The thing is the 2014 CR doesn't explicitly cover how to handle multiple reactions, or reactions at all. Since reactions rely on a trigger they may or may not activate (unlike legendary actions). However, the variety of triggers pretty much guarantees some reactions from this dragon, but will it always be able to rend (or have an opponent in range to rend)?

Anyway, my preference is to have its on turn actions do the bulk of damage and let reactions be for control or defense / escape.
 


It is pretty descriptive IMO, but I never questioned what it was as it instantly conjured an image in my mind.
It doesn’t conjure anything in my mind beyond a breath weapon since a miasma is something you smell, I.E. a gas. So, it’s literally a description of its breath weapon.
 

The thing is the 2014 CR doesn't explicitly cover how to handle multiple reactions, or reactions at all. Since reactions rely on a trigger they may or may not activate (unlike legendary actions). However, the variety of triggers pretty much guarantees some reactions from this dragon, but will it always be able to rend (or have an opponent in range to rend)?

Anyway, my preference is to have its on turn actions do the bulk of damage and let reactions be for control or defense / escape.
Yes, it does. From the DMG: "When calculating a monster's damage output, also account for special off-turn damage-dealing features, such as auras, reactions, legendary actions, or lair actions."
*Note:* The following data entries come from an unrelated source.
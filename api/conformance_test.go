package api

import (
	"bytes"
	"context"
	"fmt"
	"io"
	"maps"
	"net/http"
	"net/http/httptest"
	"net/url"
	"slices"
	"strings"
	"testing"

	"github.com/getkin/kin-openapi/openapi3"
	"github.com/getkin/kin-openapi/openapi3filter"
	"github.com/getkin/kin-openapi/routers"
	"github.com/getkin/kin-openapi/routers/legacy"
	"github.com/go-json-experiment/json"
	"github.com/santhosh-tekuri/jsonschema/v6"

	"regimed/openapi"
)

// contract is the document as a validator takes it, and the way from a request
// to its operation.
func contract(t testing.TB) (*openapi3.T, routers.Router) {
	t.Helper()
	doc, err := openapi3.NewLoader().LoadFromData(openapi.YAML())
	if err != nil {
		t.Fatal(err)
	}
	router, err := legacy.NewRouter(doc, openapi3.EnableExamplesValidation())
	if err != nil {
		t.Fatal(err)
	}
	return doc, router
}

func init() {
	// Documents that the validator reads as text: what they hold is checked by
	// tests of their own.
	text := func(body io.Reader, _ http.Header, _ *openapi3.SchemaRef, _ openapi3filter.EncodingFn) (any, error) {
		data, err := io.ReadAll(body)
		return string(data), err
	}
	for _, media := range []string{typeYAML, "text/html", "text/css", "text/javascript", "text/xml", "image/svg+xml", "text/markdown", "text/csv", "image/png"} {
		openapi3filter.RegisterBodyDecoder(media, text)
	}
	openapi3filter.RegisterBodyDecoder(typeSchema, openapi3filter.JSONBodyDecoder)
	openapi3filter.RegisterBodyDecoder(typeLines, text)
	openapi3filter.RegisterBodyDecoder("text/csv", text)
	openapi3filter.RegisterBodyDecoder("image/svg+xml", text)
}

// The contract holds against OpenAPI 3.1, its examples against its schemas.
func TestContractIsValid(t *testing.T) {
	doc, _ := contract(t)
	if err := doc.Validate(context.Background(), openapi3.EnableExamplesValidation()); err != nil {
		t.Error(err)
	}
	if doc.OpenAPI != "3.1.0" {
		t.Errorf("version %s", doc.OpenAPI)
	}
}

func TestContractAsJSON(t *testing.T) {
	doc, err := openapi3.NewLoader().LoadFromData(openapi.JSON())
	if err != nil {
		t.Fatal(err)
	}
	fromYAML, _ := contract(t)
	one, err := doc.MarshalJSON()
	if err != nil {
		t.Fatal(err)
	}
	two, err := fromYAML.MarshalJSON()
	if err != nil {
		t.Fatal(err)
	}
	if !bytes.Equal(one, two) {
		t.Error("the two forms of the contract differ")
	}
}

// Every route has an operation, every operation a route, and every GET a HEAD.
func TestRoutesAndOperations(t *testing.T) {
	doc, _ := contract(t)
	operations, routes := map[string]bool{}, map[string]bool{}
	for path, item := range doc.Paths.Map() {
		for method := range item.Operations() {
			operations[method+" "+path] = true
		}
	}
	for _, r := range New(Config{}).echo.Routes() {
		routes[r.Method+" "+bracketed(r.Path)] = true
	}
	for r := range routes {
		get, isHead := strings.CutPrefix(r, "HEAD ")
		if isHead && !routes["GET "+get] {
			t.Errorf("%s without a GET", r)
		}
		if !isHead && !operations[r] {
			t.Errorf("the route %s has no operation", r)
		}
	}
	for o := range operations {
		if !routes[o] {
			t.Errorf("the operation %s has no route", o)
		}
		if path, isGet := strings.CutPrefix(o, "GET "); isGet && !routes["HEAD "+path] {
			t.Errorf("%s has no HEAD", o)
		}
	}
	if len(operations) != 37 {
		t.Errorf("%d operations", len(operations))
	}
}

// bracketed writes the parameters of a path as OpenAPI does.
func bracketed(path string) string {
	parts := strings.Split(path, "/")
	for i, p := range parts {
		if name, ok := strings.CutPrefix(p, ":"); ok {
			parts[i] = "{" + name + "}"
		}
	}
	return strings.Join(parts, "/")
}

// Every example of a request gives the documented success, and an answer that
// holds against the contract.
func TestExamplesOfTheContract(t *testing.T) {
	doc, router := contract(t)
	strict := strictSchemas(t)
	ran := 0
	for _, path := range slices.Sorted(maps.Keys(doc.Paths.Map())) {
		for method, op := range doc.Paths.Value(path).Operations() {
			for _, r := range exampleRequests(t, method, path, op) {
				ran++
				prepareRecord(t, r)
				answer := checkAgainst(t, router, r)
				if answer.StatusCode/100 != 2 {
					t.Errorf("%s %s: status %d", method, r.URL, answer.StatusCode)
				}
				strict.check(t, op, answer)
			}
		}
	}
	if ran < 25 {
		t.Errorf("%d examples", ran)
	}
}

// exampleRequests are the requests that the examples of an operation describe:
// one for each example of a body or of a parameter, and one with none of the
// optional parameters.
func exampleRequests(t *testing.T, method, path string, op *openapi3.Operation) []*http.Request {
	t.Helper()
	var paths []string
	queries := []string{""}
	for _, ref := range op.Parameters {
		p := ref.Value
		for _, value := range exampleValues(p) {
			switch {
			case p.In == "path":
				paths = append(paths, strings.ReplaceAll(path, "{"+p.Name+"}", fmt.Sprint(value)))
			case p.In == "query" && p.Explode != nil && *p.Explode:
				queries = []string{"?" + exploded(value.(map[string]any))}
			case p.In == "query":
				queries = append(queries, "?"+p.Name+"="+url.QueryEscape(commas(value)))
			}
		}
	}
	if len(paths) == 0 {
		paths = []string{path}
	}
	var list []*http.Request
	for _, p := range paths {
		for _, q := range queries {
			for _, body := range exampleBodies(t, op) {
				r := httptest.NewRequest(method, "http://127.0.0.1:8610"+p+q, bytes.NewReader(body))
				if method == http.MethodPost {
					r.Header.Set("Content-Type", "application/json")
				}
				r.Header.Set("X-Request-ID", "batch-7.12")
				list = append(list, r)
			}
		}
	}
	return list
}

func exampleValues(p *openapi3.Parameter) []any {
	var list []any
	if p.Example != nil {
		list = append(list, p.Example)
	}
	for _, e := range p.Examples {
		list = append(list, e.Value.Value)
	}
	return list
}

func exploded(arguments map[string]any) string {
	query := url.Values{}
	for name, value := range arguments {
		query.Set(name, fmt.Sprint(value))
	}
	return query.Encode()
}

// commas writes a list as OpenAPI does that does not explode it, and a single
// value as it is.
func commas(value any) string {
	list, isList := value.([]any)
	if !isList {
		return fmt.Sprint(value)
	}
	var parts []string
	for _, x := range list {
		parts = append(parts, fmt.Sprint(x))
	}
	return strings.Join(parts, ",")
}

func exampleBodies(t *testing.T, op *openapi3.Operation) [][]byte {
	t.Helper()
	if op.RequestBody == nil {
		return [][]byte{nil}
	}
	content := op.RequestBody.Value.Content["application/json"]
	if content == nil {
		return nil // a stream, which has a test of its own
	}
	var list [][]byte
	for _, e := range content.Examples {
		body, err := json.Marshal(e.Value.Value)
		if err != nil {
			t.Fatal(err)
		}
		list = append(list, body)
	}
	return list
}

// checkAgainst sends a request and holds its answer against the contract.
func checkAgainst(t testing.TB, router routers.Router, r *http.Request) *http.Response {
	t.Helper()
	route, parameters, err := router.FindRoute(r)
	if err != nil {
		t.Fatalf("%s %s: %v", r.Method, r.URL, err)
	}
	answer := serve(t, handler, r)
	body := bodyOf(t, answer)
	answer.Body = io.NopCloser(bytes.NewReader(body))
	input := &openapi3filter.ResponseValidationInput{
		RequestValidationInput: &openapi3filter.RequestValidationInput{Request: r, PathParams: parameters, Route: route},
		Status:                 answer.StatusCode, Header: answer.Header,
		Options: &openapi3filter.Options{IncludeResponseStatus: true},
	}
	input.SetBodyBytes(body)
	if err := openapi3filter.ValidateResponse(context.Background(), input); err != nil {
		t.Errorf("%s %s: %v", r.Method, r.URL, err)
	}
	return answer
}

// Answers to cases of many kinds, good and bad, hold against the contract, and
// say nothing that it does not document.
func TestAnswersHoldAgainstTheContract(t *testing.T) {
	doc, router := contract(t)
	strict := strictSchemas(t)
	op := doc.Paths.Value("/v1/classify").Post
	bodies := []string{riser, `{"structure": {"kind": "cylinder", "diameter": "1 in"}}`, cylinderWith(""), caseWith(`, "fluid": "air", "flow": {"speed": "30 m/s"}`),
		caseWith(`, "reference": "A-1", "fluid": "water", "flow": {"speed": "0.01 m/s", "direction": "axial"}, "interest": ["sound"]`)}
	good := len(bodies)
	for _, file := range shippedCases(t) {
		bodies, good = append(bodies, string(caseIn(t, file))), good+1
	}
	for _, row := range badCases {
		bodies = append(bodies, row.body)
	}
	for _, row := range badBodies {
		bodies = append(bodies, row.body)
	}
	bodies = append(bodies, strings.Repeat(" ", 2<<20))
	for i, body := range bodies {
		r := httptest.NewRequest(http.MethodPost, "http://127.0.0.1:8610/v1/classify", strings.NewReader(body))
		r.Header.Set("Content-Type", "application/json")
		answer := checkAgainst(t, router, r)
		if (answer.StatusCode == http.StatusOK) != (i < good) {
			t.Errorf("status %d of %.200s", answer.StatusCode, body)
		}
		strict.check(t, op, answer)
	}
	if len(bodies) < 90 {
		t.Errorf("%d bodies", len(bodies))
	}
}

// Problems of other paths hold against the contract too.
func TestProblemsHoldAgainstTheContract(t *testing.T) {
	doc, router := contract(t)
	strict := strictSchemas(t)
	ran := 0
	for _, row := range badRequests {
		r := httptest.NewRequest(row.method, "http://127.0.0.1:8610"+row.path, strings.NewReader(riser))
		route, _, err := router.FindRoute(r)
		if err != nil || row.status == http.StatusMethodNotAllowed {
			continue // there is no operation to hold it against
		}
		if row.method == http.MethodPost {
			r.Header.Set("Content-Type", "application/json")
		}
		strict.check(t, doc.Paths.Value(route.Path).GetOperation(row.method), checkAgainst(t, router, r))
		ran++
	}
	if ran < 15 {
		t.Errorf("%d requests", ran)
	}
}

// The contract checks requests as the server does: what is wrong in shape
// fails by its schema.
func TestContractRefusesBadBodies(t *testing.T) {
	_, router := contract(t)
	for body, good := range map[string]bool{
		riser:                                       true,
		`{"structure": {"kind": "cilinder"}}`:       false,
		cylinderWith(`, "lenght": "1 m"`):           false,
		caseWith(`, "tolerance": {"load": 2}`):      false,
		caseWith(`, "interest": ["everything"]`):    false,
		cylinderWith(`, "length": 12`):              false,
		`{"fluid": "water"}`:                        false,
		caseWith(`, "fluid": {"name": "seawater"}`): true,
	} {
		r := httptest.NewRequest(http.MethodPost, "http://127.0.0.1:8610/v1/classify", strings.NewReader(body))
		r.Header.Set("Content-Type", "application/json")
		route, parameters, err := router.FindRoute(r)
		if err != nil {
			t.Fatal(err)
		}
		err = openapi3filter.ValidateRequest(context.Background(), &openapi3filter.RequestValidationInput{Request: r, PathParams: parameters, Route: route})
		if (err == nil) != good {
			t.Errorf("%s: %v", body, err)
		}
	}
}

// strict are the schemas of the contract, closed: a member that is not
// documented fails. Clients must ignore such members, the server must not send
// them.
type strict struct{ compiler *jsonschema.Compiler }

const strictURL = "urn:regimed:contract"

func strictSchemas(t testing.TB) strict {
	t.Helper()
	doc, err := jsonschema.UnmarshalJSON(bytes.NewReader(openapi.JSON()))
	if err != nil {
		t.Fatal(err)
	}
	shut(doc.(map[string]any)["components"].(map[string]any)["schemas"])
	c := jsonschema.NewCompiler()
	c.DefaultDraft(jsonschema.Draft2020)
	if err := c.AddResource(strictURL, doc); err != nil {
		t.Fatal(err)
	}
	return strict{c}
}

// shut closes every object that lists its members.
func shut(node any) {
	switch n := node.(type) {
	case map[string]any:
		if _, isOpen := n["additionalProperties"]; n["type"] == "object" && n["properties"] != nil && !isOpen {
			n["additionalProperties"] = false
		}
		for _, child := range n {
			shut(child)
		}
	case []any:
		for _, child := range n {
			shut(child)
		}
	}
}

// check holds the body of an answer against the closed schema of its status.
func (s strict) check(t testing.TB, op *openapi3.Operation, answer *http.Response) {
	t.Helper()
	if answer.StatusCode == http.StatusNoContent {
		return
	}
	response := op.Responses.Status(answer.StatusCode)
	if response == nil {
		response = op.Responses.Default()
	}
	media, _, _ := strings.Cut(answer.Header.Get("Content-Type"), ";")
	content := response.Value.Content[media]
	if content == nil {
		t.Errorf("%s: %d with the media type %s is not documented", op.OperationID, answer.StatusCode, media)
		return
	}
	ref := content.Schema.Ref
	if ref == "" {
		return // a text
	}
	schema, err := s.compiler.Compile(strictURL + ref)
	if err != nil {
		t.Fatal(err)
	}
	body, err := jsonschema.UnmarshalJSON(bytes.NewReader(bodyOf(t, answer)))
	if err != nil {
		t.Fatal(err)
	}
	if err := schema.Validate(body); err != nil {
		t.Errorf("%s: %d: %v", op.OperationID, answer.StatusCode, err)
	}
}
It is a reasonable assumption that, given a party of 4 PCs, that at least 3 of them will damage the dragon on their turns, and that at least one of them will be within 15 feet of it. Much like it is reasonable to assume a 2014 Ancient dragon will have the chance to use all of its legendary actions.
 

It doesn’t conjure anything in my mind beyond a breath weapon since a miasma is something you smell, I.E. a gas. So, it’s literally a description of its breath weapon.
I mean, that is a very literal definition of "miasma" - in general it's a rather old-fashioned, perhaps even poetic, way of describing some kind of gaseous emanation that has about it an insidious, corrupting quality. Miasma makes me think of disease (partly because of the Victorian era "miasma theory"), of a cloying, heavy, toxic fog. When the dragon uses its breath weapon, that's not a miasma to me - it's a blast of gas that spews out and chokes everyone in its path. Its miasma is something less immediately destructive: something it summons using its inherent magic which has soaked into the surrounding terrain.

I know people like to do the thing where they read things in the least generous way possible to make a point, but a specific phrase like "Corrosive Miasma" does actually carry a certain amount of semantic weight.